The uprights are one and a half by three inches, and the strips forming the Y braces are two inches wide and seven-eighths of an inch thick.

The perches are three-quarter-inch dowels three feet long. If they cannot be had at a carpenter’s shop or a hardware store, some small scantling may be planed nearly round to answer the same purpose. Where the perches are attached to the uprights and Y pieces, holes are bored half-way through the wood. Into these the ends of the perches are driven and nailed fast.

In Fig. 5 the canvas is left off from one side so that the constructional parts of the upright, braces, and roof strips may be seen. When the wood-work is put together the roof should be covered with canvas, heavy unbleached muslin, or a piece of oil-cloth, and tacked all around the edges.


To make the barrel-hoop shelter, shown in Fig. 6, a flat barrel-hoop is loosely covered with canvas or muslin tacked all around the edge. In the top of a post a wooden peg is driven, and over this the middle of the canvas disk is slipped, having first made a hole in the fabric through which the peg can pass. Four wires are attached to the hoop at equal distances apart, and the lower ends caught through staples or screw-eyes driven in the post a foot or two from the top. Two or three holes should be made through the post in which round perches may be driven.

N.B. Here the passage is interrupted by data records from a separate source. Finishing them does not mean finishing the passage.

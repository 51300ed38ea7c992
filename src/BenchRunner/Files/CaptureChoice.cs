using System.Globalization;
using BenchRunner.Acceptance.Sequences;
using BenchRunner.Evidence.Captures;

namespace BenchRunner.Files;

/// <summary>Which stored captures a user means.</summary>
/// <param name="Device">Serial of the device.</param>
/// <param name="Number">Number of the capture, as the view <c>captures</c> has it.</param>
/// <param name="Run">Identity of the run; null: the device's newest one that has such a capture.</param>
/// <param name="OperatingPoint">The operating point; null: each one of the run's sequence.</param>
internal sealed record CaptureChoice(string Device, int Number, string? Run, string? OperatingPoint)
{
    private const int MostShown = 12;

    /// <summary>Reads what the command line says.</summary>
    /// <exception cref="InputException">Device or number is missing, or the number is none.</exception>
    public static CaptureChoice Of(string? device, string? number, string? run, string? operatingPoint)
    {
        if (device is null || number is null)
        {
            throw new InputException(
                "name waveform files, or a stored capture by --device and --capture; "
                    + "'benchrunner analyse --help' shows both");
        }

        return int.TryParse(number, NumberStyles.None, CultureInfo.InvariantCulture, out int found) && found > 0
            ? new CaptureChoice(device, found, run, operatingPoint)
            : throw new InputException(
                $"--capture: '{number}'; expected a whole number from 1, as the view captures has it; "
                    + "ask for instance: benchrunner query --sql \"select * from captures\"");
    }

    /// <summary>Finds the captures.</summary>
    /// <param name="evidence">The evidence.</param>
    /// <param name="file">Its file, for messages.</param>
    /// <param name="note">Receives what was chosen among several runs; null where there was no choice.</param>
    /// <returns>At least one; several where the number is held at several operating points.</returns>
    /// <exception cref="InputException">There is none; the message lists what there is.</exception>
    public IReadOnlyList<FoundCapture> Find(EvidenceReader evidence, string file, out string? note)
    {
        note = null;
        IReadOnlyList<FoundCapture> all = evidence.CapturesOf(Device);
        if (all.Count == 0)
        {
            throw new InputException(
                $"{file}: no capture of '{Device}'; expected one of {List(evidence.Devices(MostShown + 1))}; "
                    + "correct --device or name another file by --evidence");
        }

        FoundCapture[] ofRun = [.. all.Where(one => Run is null || one.Run == Run)];
        if (ofRun.Length == 0)
        {
            throw new InputException(
                $"{file}: {Device} has no run '{Run}'; expected one of {List(all.Select(one => one.Run))}; "
                    + "correct --run or leave it out");
        }

        FoundCapture[] numbered =
        [
            .. ofRun.Where(
                one => one.Number == Number && (OperatingPoint is null || one.OperatingPoint == OperatingPoint)),
        ];
        if (numbered.Length == 0)
        {
            string at = OperatingPoint is null ? "" : $" at '{OperatingPoint}'";
            throw new InputException(
                $"{file}: {Device} has no capture {Number}{at}; expected one of {There(ofRun)}; "
                    + "correct --capture or --operating-point");
        }

        FoundCapture[] newest = [.. numbered.Where(one => one.Run == numbered[^1].Run)];
        string[] others = [.. numbered.Select(one => one.Run).Distinct().Where(run => run != newest[0].Run)];
        note = others.Length == 0
            ? null
            : $"capture {Number} of {Device} is in {others.Length + 1} runs; this is the newest, {newest[0].Run} of "
                + $"{newest[0].StartedAt}; --run takes another: {List(others)}";
        FoundCapture[] counted = [.. newest.Where(one => !UncountedPoints.Has(one.OperatingPoint))];
        return counted.Length > 0 ? counted : newest;
    }

    private static string There(IEnumerable<FoundCapture> captures) => string.Join("; ", captures
        .GroupBy(one => (one.Run, one.OperatingPoint))
        .Select(point =>
        {
            (int first, int last) = (point.Min(one => one.Number), point.Max(one => one.Number));
            return $"{point.Key.OperatingPoint} {first}" + (last > first ? $" to {last}" : "");
        })
        .Distinct()
        .Take(MostShown));

    private static string List(IEnumerable<string> names)
    {
        string[] distinct = [.. names.Distinct().Take(MostShown + 1)];
        return string.Join(", ", distinct.Take(MostShown)) + (distinct.Length > MostShown ? ", …" : "");
    }
}
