using BenchRunner.Acceptance.Validity;
using BenchRunner.Signals.Analysis;
using BenchRunner.Signals.Traces;

namespace BenchRunner.Files;

/// <summary>A waveform, of a file or of the evidence, with what was found in it.</summary>
/// <param name="File">The file it was read from.</param>
/// <param name="Sha256">SHA-256 of that file; of the stored traces where it is an evidence file.</param>
/// <param name="Waveform">The waveform as recorded.</param>
/// <param name="Settings">What the analysis took as given.</param>
/// <param name="Result">What the analysis says.</param>
/// <param name="Verdict">Findings.</param>
internal sealed record AnalysedFile(
    string File, string Sha256, Waveform Waveform, AnalysisSettings Settings, AnalysisResult Result, Verdict Verdict)
{
    /// <summary>Which stored capture it is; null: a waveform file.</summary>
    public CaptureName? Capture { get; init; }

    /// <summary>The lowest and the highest value that each channel's record can hold, V or A; where none is known, a
    /// clipped sample is an infinity or NaN.</summary>
    public IReadOnlyDictionary<Channel, (double Low, double High)> Rails { get; init; } =
        new Dictionary<Channel, (double, double)>();

    /// <summary>The name for people.</summary>
    public string Name => Capture is { } capture
        ? $"{File}: {capture.Device}, {capture.OperatingPoint}, capture {capture.Number}, run {capture.Run}"
        : File;
}
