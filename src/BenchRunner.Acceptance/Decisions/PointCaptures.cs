using BenchRunner.Acceptance.Uncertainty;
using BenchRunner.Signals.Analysis;

namespace BenchRunner.Acceptance.Decisions;

/// <summary>What one operating point gave: the analyses of its valid captures, and the bench's budget.</summary>
/// <param name="OperatingPoint">Name of the operating point.</param>
/// <param name="Taken">Captures taken, valid or not.</param>
/// <param name="Valid">Analyses of the valid captures, in the order in which they were taken.</param>
/// <param name="Budget">Budget formed on the first valid capture; null where there is none.</param>
/// <remarks>All of it can be formed again from stored captures: rescoring decides by the same function.</remarks>
public sealed record PointCaptures(
    string OperatingPoint, int Taken, IReadOnlyList<AnalysisResult> Valid, BenchBudget? Budget);
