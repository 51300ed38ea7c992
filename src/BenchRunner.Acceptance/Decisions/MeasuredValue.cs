namespace BenchRunner.Acceptance.Decisions;

/// <summary>One quantity of one device at one operating point: value, uncertainty, and conformity if limited.</summary>
/// <param name="OperatingPoint">Name of the operating point.</param>
/// <param name="Quantity">The quantity.</param>
/// <param name="Definition">Its definition ID.</param>
/// <param name="Value">Mean over the valid captures, SI; null where it could not be formed.</param>
/// <param name="Unit">SI unit.</param>
/// <param name="StandardUncertainty">Combined standard uncertainty, SI.</param>
/// <param name="ExpandedUncertainty">Expanded uncertainty U = k u, SI.</param>
/// <param name="CoverageFactor">Coverage factor k.</param>
/// <param name="DegreesOfFreedom">Effective degrees of freedom (Welch-Satterthwaite); infinity is possible.</param>
/// <param name="Captures">Valid captures in which the quantity was formed.</param>
/// <param name="Lower">Lower limit; null: none.</param>
/// <param name="Upper">Upper limit; null: none.</param>
/// <param name="Conformity">Conformity; null where no limit stands.</param>
/// <param name="Reason">Why there is no value, or why it is undecided; null otherwise.</param>
public sealed record MeasuredValue(
    string OperatingPoint,
    string Quantity,
    string Definition,
    double? Value,
    string Unit,
    double? StandardUncertainty,
    double? ExpandedUncertainty,
    double? CoverageFactor,
    double? DegreesOfFreedom,
    int Captures,
    double? Lower,
    double? Upper,
    Conformity? Conformity,
    string? Reason);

A shelter for the side of a house or barn can be made from a piece of board, two bracket strips, and three dowels or round sticks to act as perches.

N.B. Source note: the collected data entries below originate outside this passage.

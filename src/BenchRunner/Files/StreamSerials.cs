using BenchRunner.Acceptance.Sequences;

namespace BenchRunner.Files;

/// <summary>Serials from a stream that nobody answers questions on: a list, or a bar-code reader on a line of its
/// own.</summary>
/// <remarks>It is read ahead, so that a serial that comes too early is said at once. It waits its turn; it can answer
/// nothing.</remarks>
internal sealed class StreamSerials : ISerialReader
{
    private readonly Lock _gate = new();
    private readonly Queue<string> _waiting = new();
    private readonly Sequence _sequence;
    private readonly Action<string> _say;
    private TaskCompletionSource<string?>? _asked;
    private bool _begun;
    private bool _ended;

    /// <summary>Begins to read; a thread is left behind in a read that never returns, and ends with the
    /// program.</summary>
    public StreamSerials(Stream stream, Sequence sequence, Action<string> say)
    {
        _sequence = sequence;
        _say = say;
        new Thread(() => Read(stream)) { IsBackground = true, Name = "serials" }.Start();
    }

    public IReadOnlyList<string> Waiting
    {
        get
        {
            lock (_gate)
            {
                return [.. _waiting];
            }
        }
    }

    public Task<string?> Next(CancellationToken cancel)
    {
        lock (_gate)
        {
            _begun = true;
            if (_ended || _waiting.Count > 0)
            {
                return Task.FromResult(_waiting.TryDequeue(out string? serial) ? serial : null);
            }

            _asked = new TaskCompletionSource<string?>(TaskCreationOptions.RunContinuationsAsynchronously);
            return _asked.Task.WaitAsync(cancel);
        }
    }

    private void Read(Stream stream)
    {
        try
        {
            using var lines = new StreamReader(stream);
            for (int number = 1; lines.ReadLine() is { } line; number++)
            {
                Take(line.Trim(), number);
            }
        }
        catch (IOException gone)
        {
            _say($"standard input: {gone.Message}; no more serials are taken from it");
        }

        lock (_gate)
        {
            _ended = true;
            _asked?.TrySetResult(null);
        }
    }

    private void Take(string serial, int number)
    {
        if (serial.Length == 0)
        {
            return;
        }

        if (SerialForm.Check(serial, _sequence, $"standard input:{number}") is { } problem)
        {
            _say(problem.ToString());
            return;
        }

        lock (_gate)
        {
            if (_asked?.TrySetResult(serial) == true)
            {
                return;
            }

            _waiting.Enqueue(serial);
            if (_begun)
            {
                _say($"{serial}: came while no serial was asked for; it waits its turn");
            }
        }
    }
}
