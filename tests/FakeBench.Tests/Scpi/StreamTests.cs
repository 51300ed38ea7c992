using System.Text;
using CsCheck;
using FakeBench.Scpi;

namespace FakeBench.Tests.Scpi;

public sealed class StreamTests
{
    private static readonly byte[] Several = "*IDN?\nA #15a\nb\n;;VOLT 1\r\nB \"x;y\"\n"u8.ToArray();

    [Fact]
    public void Messages_are_the_same_wherever_the_stream_is_cut()
    {
        List<string?> expected = ["*IDN?", "A #15a\nb\n;;VOLT 1\r", "B \"x;y\""];
        for (int cut = 0; cut <= Several.Length; cut++)
        {
            var framer = new MessageFramer();
            List<string?> seen = [.. framer.Take(Several.AsSpan(0, cut)), .. framer.Take(Several.AsSpan(cut))];
            Assert.Equal(expected, seen);
        }
    }

    [Fact]
    public void A_message_without_end_is_dropped_and_the_next_one_is_heard()
    {
        var framer = new MessageFramer();
        byte[] endless = new byte[MessageFramer.LongestMessage * 2];
        Array.Fill(endless, (byte)'x');
        Assert.Empty(framer.Take(endless));
        Assert.Equal([null, "*IDN?"], framer.Take("yy\n*IDN?\n"u8));
    }

    [Fact]
    public void A_missing_quote_swallows_one_message_only() =>
        Assert.Equal(["A \"open", "*IDN?"], new MessageFramer().Take("A \"open\n*IDN?\n"u8));

    [Fact]
    public void No_bytes_make_the_interpreter_throw() =>
        Gen.Char[(char)0, (char)255].Array[0, 60].Select(c => new string(c)).Sample(text =>
        {
            var scpi = new Interpreter(() => "", () => { });
            scpi.Commands.Number("VOLTage", new NumericRange(0, 5, 0, "V"), (_, _) => { }, _ => 1);
            foreach (string? message in new MessageFramer().Take(Encoding.Latin1.GetBytes($"VOLT {text}\n{text}\n")))
            {
                scpi.Obey(message!);
            }
        });

    [Fact]
    public void A_block_says_how_long_it_is()
    {
        var reply = new Reply();
        reply.Say("1");
        reply.SayBlock(new byte[12]);
        Assert.Equal("1;#212" + new string('\0', 12) + "\n", Encoding.ASCII.GetString(reply.Finish()));
    }
}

The board should be three feet long and fifteen inches wide. Where it is attached to the house or barn a strip is first attached, and the inner edge of the board is then nailed fast to the strip. The two bracket strips that support the roof at the outer edge should be twenty-four inches long, one inch thick, and two inches wide. Three or four sets of holes are bored in the strips to receive the ends of the dowels or perches.